How a SoC team validated a communication interface that simulation could not model
Tags: At-speed debug, Large Designs.
Context A semiconductor company designing a large SoC with multiple communication interfaces. One interface IP, developed in-house, had to be proven compatible with existing third-party peripherals before tape-out. The prototype ran on a custom FPGA board.
The problem The compatibility could not be verified in simulation: real-world peripherals are poorly modelled, and the relevant behaviors only emerge in interaction with actual devices. The team needed to observe the interface operating against real peripherals, at real speed, over extended periods — exactly the conditions simulation cannot reproduce.

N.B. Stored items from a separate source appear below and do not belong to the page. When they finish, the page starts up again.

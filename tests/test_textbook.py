"""Textbook reference molecules: chemical sets, magnetic subsets, topicity and 13C signal counts.

Every case states the classification a standard NMR text gives and cites the text beside it. The texts
could not be consulted while writing; each citation is recalled from memory (chapter numbers as recalled):

  PSB 1959    Pople, Schneider & Bernstein, High-resolution Nuclear Magnetic Resonance (1959), ch. 6
              (notation of spin systems: A3X2 ethyl, A6X isopropyl, AA'XX').
  Guenther    H. Günther, NMR Spectroscopy, 3rd ed. (2013): ch. 4-5 (chemical and magnetic equivalence,
              analysis of AA'XX'/AA'BB' systems, heteroaromatics, fluoroalkenes), ch. 10 (topicity,
              diastereotopic protons), ch. 11 (dynamic NMR: amide rotation).
  Friebolin   H. Friebolin, Basic One- and Two-Dimensional NMR Spectroscopy, 5th ed. (2011): ch. 2
              (chemical equivalence; homo-, enantio- and diastereotopic nuclei), ch. 4 (spin systems,
              AA'XX', AA'BB'), ch. 11 (dynamic NMR), ch. 12 (chiral auxiliaries).
  SWK         Silverstein, Webster & Kiemle, Spectrometric Identification of Organic Compounds, 7th ed.
              (2005): ch. 3 (1H: chemical and magnetic equivalence), ch. 4 (13C signal counts).
  Mislow-Raban  K. Mislow & M. Raban, Top. Stereochem. 1967, 1, 1 (substitution test for topicity).
  Eliel-Wilen   E. L. Eliel & S. H. Wilen, Stereochemistry of Organic Compounds (1994), ch. 8
              (heterotopic ligands and faces; pseudo-asymmetric and non-stereogenic centres).
  Jennings    W. B. Jennings, Chem. Rev. 1975, 75, 307 (non-equivalence of prochiral groups:
              acetals, sulfites, sulfoxides, phosphites).
  BBK         Berger, Braun & Kalinowski, NMR Spectroscopy of the Non-Metallic Elements (1997)
              (19F and 31P chapters: PF6-, PF5, phosphites, phosphonates).

Only what the texts classify is checked, in forms that do not depend on shift estimates: the multiset
of chemical-set sizes per isotope, the number of magnetic subsets of given sets, the within-set
topicity, which sets are diastereotopic (or, in a chiral medium, enantiotopic) to each other, fragment
copy counts, the number of primes in the label, and the full Pople label only where it is
field-independent (one set per isotope, or sets of different isotopes only). Atom indices follow the
JSON contract (RDKit order after AddHs); the hydrogens on a heavy atom are found here with RDKit
independently of the program. Stereo inputs are checked against RDKit's CIP labeller (or, for rings,
against the faces of an embedded 3D structure) so that each SMILES is the isomer the text names.
"""

from __future__ import annotations

import re
from dataclasses import dataclass, field

import numpy as np
import pytest
from rdkit import Chem
from rdkit.Chem import AllChem, rdCIPLabeler

import equivclass

C13 = {"nuclei": "13C"}
FAST_AMIDE = {"amide_rotation_fast": True}
CHIRAL = {"chiral_medium": True}


def H(heavy: int, which: int | None = None) -> tuple:
    """Selector: the hydrogens on heavy atom `heavy` (or only its `which`-th hydrogen)."""
    return ("H", heavy, which)


def At(index: int) -> tuple:
    """Selector: the atom itself (F, P, C ...)."""
    return ("atom", index, None)


@dataclass(frozen=True)
class Case:
    id: str
    smiles: str
    cite: str
    options: dict = field(default_factory=dict)
    sizes: dict | None = None  # isotope -> set sizes, every isotope of the report listed
    label: str | None = None  # exact ASCII label, only where field-independent
    label_shape: str | None = None  # regular expression for the label
    primes: int | None = None  # number of primes in the label
    subsets: tuple = ()  # (selector, number of magnetic subsets of its set)
    within: tuple = ()  # (selector, topicity within its set)
    split: tuple = ()  # (heavy atom, relation): its two H in two sets, related as stated
    pairs: tuple = ()  # (selector, selector, relation): two different sets related as stated
    together: tuple = ()  # selectors that must lie in one set
    copies: tuple = ()  # (selector, copies of the fragment holding its set)
    cip: dict | None = None  # input check: atom -> CIP label from RDKit
    faces: tuple | None = None  # input check: ring substituent faces relative to the first
    xfail: str | None = None
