/** Downtime by cause × ISO week and × shift, utilisation, cutter-work share, metres per day and the Pareto of causes. */
export async function buildDowntimeReport(tx: DbOrTx, project: Project, p: Period): Promise<DowntimeReport> {
  const tz = p.timeZone;
  const events = await eventsIn(tx, project.id, p);
  const settings = await readSiteSettings(tx, project.id);
  const bored = await tx
    .select({ start: strokes.startTime, end: strokes.endTime, fromM: strokes.chainageStartM, toM: strokes.chainageEndM })
    .from(strokes)
    .where(and(eq(strokes.projectId, project.id), lt(strokes.startTime, p.end), gt(strokes.endTime, p.start)));
  const flag = new Map(events.map((e) => [e.cause, e.cutterWork]));
  const totals = new Map<string, number>();
  for (const e of events) totals.set(e.cause, (totals.get(e.cause) ?? 0) + eventHours(e));
  const downtimeHours = [...totals.values()].reduce((s, h) => s + h, 0);
  let running = 0;
  const pareto = [...totals]
    .sort(([a, x], [b, y]) => y - x || a.localeCompare(b))
    .map(([cause, hours]) => {
      running += hours;
      return { cause, cutterWork: flag.get(cause) ?? false, hours, share: hours / downtimeHours, cumulativeShare: running / downtimeHours };
    });
  // Advance counts in the period where its stroke ended (as the advance log's daily totals do).
  const advanceM = bored
    .filter((s) => s.end.getTime() >= p.start.getTime() && s.end.getTime() < p.end.getTime())
    .reduce((sum, s) => sum + Math.abs(s.toM - s.fromM), 0);
  const periodHours = (p.end.getTime() - p.start.getTime()) / 3_600_000;
  const used = utilisation(bored, p.start, p.end);
  const unexplained = events.filter((e) => !e.explained);
  return {
    ...periodFields(p),
    weeks: isoWeeksTouching(p.start, p.end, p.timeZone),
    shifts: settings.shifts.map((s) => s.name),
    byWeek: downtimeHoursByCauseAndWeek(events, tz).map((r) => ({ ...r, cutterWork: flag.get(r.cause) ?? false })),
    byShift: downtimeHoursByCauseAndShift(
      events,
      settings.shifts.map((s) => ({ name: s.name, startLocal: s.start })),
      tz,
    ).map((r) => ({ ...r, cutterWork: flag.get(r.cause) ?? false })),
    pareto,
    downtimeHours,
    unexplainedHours: unexplained.reduce((s, e) => s + eventHours(e), 0),
    unexplainedEvents: unexplained.length,
    boringHours: used * periodHours,
    utilisation: used,
    cutterWorkShare: cutterWorkShare(
      events,
      [...flag].filter(([, cutter]) => cutter).map(([cause]) => cause),
    ),
    advanceM,
    metresPerDay: metresPerDay(advanceM, p.start, p.end),
  };
}

// Cutter cost -----------------------------------------------------------------------------------
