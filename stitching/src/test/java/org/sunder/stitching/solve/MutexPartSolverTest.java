package org.sunder.stitching.solve;

import static org.junit.jupiter.api.Assertions.assertArrayEquals;
import static org.junit.jupiter.api.Assertions.assertEquals;

import org.junit.jupiter.api.Test;

/**
 * What one part of the hierarchical Mutex Watershed settles, on graphs small enough to follow
 * by hand; {@code HierarchicalSolverTest} checks whole solves against the single-level one on
 * random graphs.
 */
class MutexPartSolverTest {
  private static final long A = 1;
  private static final long B = 2;
  private static final long OUT_A = 11;
  private static final long OUT_B = 12;

  @Test
  void clustersOnlyRepulsionLeavesKeepTheirMembersAndJoin() {
    // a and b inside, each repelled by a node outside first, then attracted to each other: in
    // the whole-graph run nothing joins a or b before the attractive edge, so it joins them
    SolveEdges edges = new SolveEdges(3);
    edges.add(A, OUT_A, -0.9, A, OUT_A, SolveEdges.MIN);
    edges.add(B, OUT_B, -0.85, B, OUT_B, SolveEdges.MIN);
    edges.add(A, B, 0.8, A, B, SolveEdges.MAX);
    PartResult r = new MutexPartSolver().solve(edges, node -> node == A || node == B);
    assertEquals(1, r.decidedEdges());
    assertEquals(0, r.heldBackEdges());
    assertArrayEquals(new long[] {B}, r.merged());
    assertArrayEquals(new long[] {A}, r.representative());
    SolveEdges up = new SolveEdges(2);
    up.add(A, OUT_A, -0.9, A, OUT_A, SolveEdges.MIN);
    up.add(A, OUT_B, -0.85, B, OUT_B, SolveEdges.MIN);
    assertEquals(up, r.remaining());
  }

  @Test
  void clustersAnAttractionLeavesAreHeldBack() {
    // the same with attraction leaving: in the whole-graph run a may have joined a cluster
    // exclusive with b's, so the part cannot join them
    SolveEdges edges = new SolveEdges(3);
    edges.add(A, OUT_A, 0.9, A, OUT_A, SolveEdges.MAX);
    edges.add(B, OUT_B, 0.85, B, OUT_B, SolveEdges.MAX);
    edges.add(A, B, 0.8, A, B, SolveEdges.MAX);
    PartResult r = new MutexPartSolver().solve(edges, node -> node == A || node == B);
    assertEquals(0, r.decidedEdges());
    assertEquals(1, r.heldBackEdges());
    assertEquals(0, r.merged().length);
    assertEquals(3, r.remaining().size());
  }
}
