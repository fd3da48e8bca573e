package org.sunder.stitching.solve;

import static org.junit.jupiter.api.Assertions.assertArrayEquals;
import static org.junit.jupiter.api.Assertions.assertEquals;
import static org.junit.jupiter.api.Assertions.assertFalse;
import static org.junit.jupiter.api.Assertions.assertThrows;
import static org.junit.jupiter.api.Assertions.assertTrue;

import java.io.ByteArrayInputStream;
import java.io.ByteArrayOutputStream;
import java.io.DataInputStream;
import java.io.DataOutputStream;
import java.io.EOFException;
import java.io.FilterInputStream;
import java.io.IOException;
import java.io.InputStream;
import java.util.Arrays;
import java.util.Random;
import java.util.zip.CRC32;
import org.junit.jupiter.api.Test;

/**
 * {@link ColumnBuffer} against the JDK's {@link DataOutputStream} and {@link DataInputStream}
 * (big-endian by the specification of {@code java.io.DataOutput}) and {@link CRC32}, on random
 * columns long enough to cross the buffer's 128 KiB refills at every alignment.
 */
class ColumnBufferTest {
  /** One random stream: a header int, columns of random lengths, a trailing long. */
  private record Columns(int header, long[] longs, double[] doubles, byte[] bytes, long[] more,
      long trailer) {
    static Columns random(Random random) {
      int scale = random.nextInt(3) == 0 ? 40_000 : 50;
      long[] longs = new long[random.nextInt(scale)];
      double[] doubles = new double[random.nextInt(scale)];
      byte[] bytes = new byte[random.nextInt(scale)];
      long[] more = new long[random.nextInt(scale)];
      Arrays.setAll(longs, i -> random.nextLong());
      Arrays.setAll(doubles, i -> random.nextInt(10) == 0 ? -0.0 : random.nextGaussian());
      random.nextBytes(bytes);
      Arrays.setAll(more, i -> random.nextInt(5) - 2);
      return new Columns(random.nextInt(), longs, doubles, bytes, more, random.nextLong());
    }

    byte[] byJdk() throws IOException {
      ByteArrayOutputStream sink = new ByteArrayOutputStream();
      DataOutputStream out = new DataOutputStream(sink);
      out.writeInt(header);
      for (long x : longs) {
        out.writeLong(x);
      }
      for (double x : doubles) {
        out.writeDouble(x);
      }
      out.write(bytes);
      for (long x : more) {
        out.writeLong(x);
      }
      out.writeLong(trailer);
      out.flush();
      return sink.toByteArray();
    }
  }

  /** A stream that hands out at most a few bytes per call, as a slow source may. */
  private static InputStream trickling(byte[] content, Random random) {
    return new FilterInputStream(new ByteArrayInputStream(content)) {
      @Override
      public int read(byte[] b, int off, int len) throws IOException {
        return super.read(b, off, Math.min(len, 1 + random.nextInt(13)));
      }
    };
  }

  @Test
  void writesTheBytesAndChecksumOfDataOutputStream() throws IOException {
    Random random = new Random(51);
    for (int trial = 0; trial < 30; trial++) {
      Columns c = Columns.random(random);
      ByteArrayOutputStream sink = new ByteArrayOutputStream();
      ColumnBuffer out = ColumnBuffer.writingTo(sink);
      out.putInt(c.header());
      out.putLongs(c.longs(), c.longs().length);
      out.putDoubles(c.doubles(), c.doubles().length);
      out.putBytes(c.bytes(), c.bytes().length);
      out.putLongs(c.more(), c.more().length);
      long checksum = out.checksum();
      out.putLong(c.trailer());
      out.flush();
      byte[] expected = c.byJdk();
      assertArrayEquals(expected, sink.toByteArray(), "trial " + trial);
      CRC32 crc = new CRC32();
      crc.update(expected, 0, expected.length - Long.BYTES);
      assertEquals(crc.getValue(), checksum, "trial " + trial);
    }
  }

  @Test
  void readsWhatDataOutputStreamWrote() throws IOException {
    Random random = new Random(53);
    for (int trial = 0; trial < 30; trial++) {
      Columns c = Columns.random(random);
      byte[] content = c.byJdk();
      InputStream source = trial % 2 == 0 ? new ByteArrayInputStream(content)
          : trickling(content, random);
      ColumnBuffer in = ColumnBuffer.readingFrom(source);
      assertEquals(c.header(), in.getInt());
      long[] longs = new long[c.longs().length];
      in.getLongs(longs, longs.length);
      double[] doubles = new double[c.doubles().length];
      in.getDoubles(doubles, doubles.length);
      byte[] bytes = new byte[c.bytes().length];
      in.getBytes(bytes, bytes.length);
      long[] more = new long[c.more().length];
      in.getLongs(more, more.length);
      long checksum = in.checksum();
      assertFalse(in.atEnd());
      assertEquals(c.trailer(), in.getLong());
      assertTrue(in.atEnd());
      assertArrayEquals(c.longs(), longs, "trial " + trial);
      assertArrayEquals(c.doubles(), doubles, "trial " + trial);
      assertArrayEquals(c.bytes(), bytes, "trial " + trial);
      assertArrayEquals(c.more(), more, "trial " + trial);
      CRC32 crc = new CRC32();
      crc.update(content, 0, content.length - Long.BYTES);
      assertEquals(crc.getValue(), checksum, "trial " + trial);
    }
  }

  @Test
  void aStreamThatEndsEarlyIsAnEofException() throws IOException {
    Random random = new Random(57);
    long[] values = new long[20_000];
    Arrays.setAll(values, i -> random.nextLong());
    ByteArrayOutputStream sink = new ByteArrayOutputStream();
    ColumnBuffer out = ColumnBuffer.writingTo(sink);
    out.putLongs(values, values.length);
    out.flush();
    byte[] cut = Arrays.copyOf(sink.toByteArray(), 8 * values.length - 3);
    ColumnBuffer in = ColumnBuffer.readingFrom(new ByteArrayInputStream(cut));
    assertThrows(EOFException.class, () -> in.getLongs(new long[values.length], values.length));
    ColumnBuffer extra = ColumnBuffer.readingFrom(new ByteArrayInputStream(sink.toByteArray()));
    extra.getLongs(new long[values.length - 1], values.length - 1);
    assertFalse(extra.atEnd(), "one long is left");
  }
}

Why standard tools failed JTAG-based capture offered a window of a few kilobytes before forcing a system restart. Interface compatibility issues appear sporadically across long traffic sequences — a few kilobytes of visibility makes catching them a matter of luck, not method.
The Exostiv approach Exostiv was deployed on the team’s custom board — the only solution capable of capturing large data streams at speed of operation from custom FPGA prototypes. The interface was observed in continuous operation against real peripherals, with captures spanning realistic traffic sessions instead of millisecond snapshots.
The result The interface was validated against real peripherals before tape-out. For a design of this size, an interface bug discovered in silicon means a re-spin — typically a high six-figure cost and a 3 to 4-month delay. The validation happened on the prototype, where fixing a bug costs a recompile.